* **Exercise objective**
Beneath this line are the data; copy exactly the part of them that opens with the line containing "range go to the end" and closes with the line containing "pub struct Buckets", and only that part.

* **Saved data entries**
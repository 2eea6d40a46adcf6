//! What the status page reads from a store besides the figures: verdict volume over time
//! buckets, the margins of mail people reported, and held mail per domain. Plain data and
//! the small arithmetic on it, shared by every backend.
//!
//! Invariants: a [`Buckets`] window is validated before any query runs (a width of at
//! least one second, at most [`MAX_BUCKETS`] buckets), so a query returns a bounded number
//! of rows whatever the journal holds; [`MarginBins::index`] maps every margin, NaN and
//! infinities included, to a bin without panicking (values outside the range go to the end
//! bins, which the page labels "or less" / "or more").

use serde::Serialize;

use super::figures::ActionCounts;
use super::record::UnixTime;
use crate::policy::Action;

/// Most buckets a volume query returns.
pub const MAX_BUCKETS: u32 = 1000;
/// Most bins a margin histogram has.
pub const MAX_BINS: u32 = 400;

/// A time window cut into equal buckets: `[since, since + width × count)`.
#[derive(Debug, Clone, Copy, PartialEq, Eq, Serialize)]
pub struct Buckets {
    /// Start of the first bucket.
    pub since: UnixTime,
    /// Width of each bucket in seconds (at least 1).
    pub width: i64,
    /// Number of buckets (1 to [`MAX_BUCKETS`]).
    pub count: u32,
}

impl Buckets {
    /// `count` buckets ending at `until` (exclusive), each `width` seconds wide; the error
    /// says which bound is wrong.
    pub fn ending(until: UnixTime, width: i64, count: u32) -> Result<Buckets, String> {
        if width < 1 {
            return Err(format!(
                "a bucket width of {width} s; give at least 1 second"
            ));
        }
        if count == 0 || count > MAX_BUCKETS {
            return Err(format!("{count} buckets; give 1 to {MAX_BUCKETS} buckets"));
        }
        let span = width
            .checked_mul(i64::from(count))
            .ok_or_else(|| format!("{count} buckets of {width} s overflow the clock"))?;
        Ok(Buckets {
            since: until.saturating_sub(span),
            width,
            count,
        })
    }

    /// End of the last bucket (exclusive).
    pub fn until(&self) -> UnixTime {
        self.since
            .saturating_add(self.width.saturating_mul(i64::from(self.count)))
    }

    /// Checks a window built by hand; the error says what is wrong.
    pub fn check(&self) -> Result<(), String> {
        Buckets::ending(self.until(), self.width, self.count).map(|_| ())
    }
}

/// Messages in one time bucket.
#[derive(Debug, Clone, Copy, Default, PartialEq, Eq, Serialize)]
pub struct VolumeBucket {
    /// Start of the bucket.
    pub start: UnixTime,
    /// Messages by the action taken.
    pub by_action: ActionCounts,
    /// Of those, messages the policy would have held with tag-only off but did not hold.
    pub would_quarantine: u64,
}

impl VolumeBucket {
    /// Adds `n` messages with this action and enforced action.
    pub fn add(&mut self, action: Action, enforced: Action, n: u64) {
        let slot = match action {
            Action::Accept => &mut self.by_action.accept,
            Action::Tag => &mut self.by_action.tag,
            Action::Quarantine => &mut self.by_action.quarantine,
            Action::Defer => &mut self.by_action.defer,
        };
        *slot += n;
        if enforced == Action::Quarantine && action != Action::Quarantine {
            self.would_quarantine += n;
        }
    }
}

/// Equal-width margin bins over `[low, high)`; margins outside go to the end bins.
#[derive(Debug, Clone, Copy, PartialEq, Serialize)]
pub struct MarginBins {
    /// Lower edge of the first bin.
    pub low: f64,
    /// Upper edge of the last bin.
    pub high: f64,
    /// Number of bins (1 to [`MAX_BINS`]).
    pub count: u32,
}

impl MarginBins {
    /// Bins over `[low, high)`; the error says what is wrong.
    pub fn new(low: f64, high: f64, count: u32) -> Result<MarginBins, String> {
        if !(low.is_finite() && high.is_finite() && low < high) {
            return Err(format!(
                "margin bins from {low} to {high}; give finite edges with low < high"
            ));
        }
        if count == 0 || count > MAX_BINS {
            return Err(format!("{count} margin bins; give 1 to {MAX_BINS}"));
        }
        Ok(MarginBins { low, high, count })
    }

    /// Width of one bin.
    pub fn width(&self) -> f64 {
        (self.high - self.low) / f64::from(self.count.max(1))
    }

    /// The bin of a margin: below `low` (and NaN) in the first, at or above `high` in the
    /// last.
    pub fn index(&self, margin: f64) -> usize {
        let last = self.count.max(1) as usize - 1;
        let position = (margin - self.low) / self.width();
        if position.is_nan() || position < 0.0 {
            0
        } else if position >= last as f64 {
            last
        } else {
            // 0 ≤ position < last, so the cast neither saturates nor loses the sign.
            position as usize
        }
    }

    /// Lower edge of bin `i`.
    pub fn lower_edge(&self, i: usize) -> f64 {
        self.low + self.width() * i as f64
    }
}

/// Margins of reported messages of one domain, each message counted once under the kind
/// of its latest matched report that applies to the domain (the label the figures use).
#[derive(Debug, Clone, PartialEq, Serialize)]
pub struct MarginHistogram {
    /// The bins.
    pub bins: MarginBins,
    /// Messages labelled junk, per bin.
    pub junk: Vec<u64>,
    /// Messages labelled legitimate (reported not junk, or released), per bin.
    pub legitimate: Vec<u64>,
    /// Labelled messages without a margin (not scanned), left out of the bins.
    pub unscanned: u64,
}

impl MarginHistogram {
    /// An empty histogram over `bins`.
    pub fn empty(bins: MarginBins) -> MarginHistogram {
        let n = bins.count as usize;
        MarginHistogram {
            bins,
            junk: vec![0; n],
            legitimate: vec![0; n],
            unscanned: 0,
        }
    }

    /// Counts one labelled message.
    pub fn add(&mut self, margin: Option<f64>, junk: bool) {
        let Some(margin) = margin.filter(|m| m.is_finite()) else {
            self.unscanned += 1;
            return;
        };
        let i = self.bins.index(margin);
        let side = if junk {
            &mut self.junk
        } else {
            &mut self.legitimate
        };
        if let Some(slot) = side.get_mut(i) {
            *slot += 1;
        }
    }

    /// Messages counted in the bins.
    pub fn total(&self) -> u64 {
        self.junk.iter().sum::<u64>() + self.legitimate.iter().sum::<u64>()
    }
}

/// Held mail of one recipient domain (messages in the held state with the quarantine
/// action for it).
#[derive(Debug, Clone, PartialEq, Eq, Serialize)]
pub struct DomainHeld {
    /// The recipient domain.
    pub domain: String,
    /// Messages held.
    pub messages: u64,
    /// Their size as received.
    pub bytes: u64,
}

#[cfg(test)]
mod tests {
    use super::*;

    #[test]
    fn buckets_end_where_asked_and_refuse_silly_windows() {
        let b = Buckets::ending(1_000_000, 3600, 24).expect("valid");
        assert_eq!((b.since, b.until()), (1_000_000 - 86_400, 1_000_000));
        assert!(Buckets::ending(0, 0, 24).is_err());
        assert!(Buckets::ending(0, 60, 0).is_err());
        assert!(Buckets::ending(0, 60, MAX_BUCKETS + 1).is_err());
        assert!(Buckets::ending(0, i64::MAX, 2).is_err());
    }

    #[test]
    fn every_margin_finds_a_bin() {
        let bins = MarginBins::new(-2.0, 2.0, 8).expect("valid");
        assert_eq!(bins.index(-100.0), 0);
        assert_eq!(bins.index(f64::NAN), 0);
        assert_eq!(bins.index(f64::NEG_INFINITY), 0);
        assert_eq!(bins.index(-2.0), 0);
        assert_eq!(bins.index(-1.5), 1);
        assert_eq!(bins.index(0.0), 4);
        assert_eq!(bins.index(1.999), 7);
        assert_eq!(bins.index(2.0), 7);
        assert_eq!(bins.index(f64::INFINITY), 7);
        assert!((bins.lower_edge(4) - 0.0).abs() < 1e-12);
        assert!(MarginBins::new(1.0, 1.0, 4).is_err());
        assert!(MarginBins::new(0.0, f64::NAN, 4).is_err());
    }

    #[test]
    fn histogram_counts_each_side_and_sets_unscanned_apart() {
        let mut h = MarginHistogram::empty(MarginBins::new(-1.0, 1.0, 2).expect("valid"));
        h.add(Some(-0.5), false);
        h.add(Some(0.5), true);
        h.add(Some(0.7), true);
        h.add(None, true);
        assert_eq!(h.legitimate, vec![1, 0]);
        assert_eq!(h.junk, vec![0, 2]);
        assert_eq!((h.unscanned, h.total()), (1, 3));
    }
}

* **Written answer**
//! infinities included, to a bin without panicking (values outside the range go to the end
//! bins, which the page labels "or less" / "or more").

use serde::Serialize;

use super::figures::ActionCounts;
use super::record::UnixTime;
use crate::policy::Action;

/// Most buckets a volume query returns.
pub const MAX_BUCKETS: u32 = 1000;
/// Most bins a margin histogram has.
pub const MAX_BINS: u32 = 400;

/// A time window cut into equal buckets: `[since, since + width × count)`.
#[derive(Debug, Clone, Copy, PartialEq, Eq, Serialize)]
pub struct Buckets {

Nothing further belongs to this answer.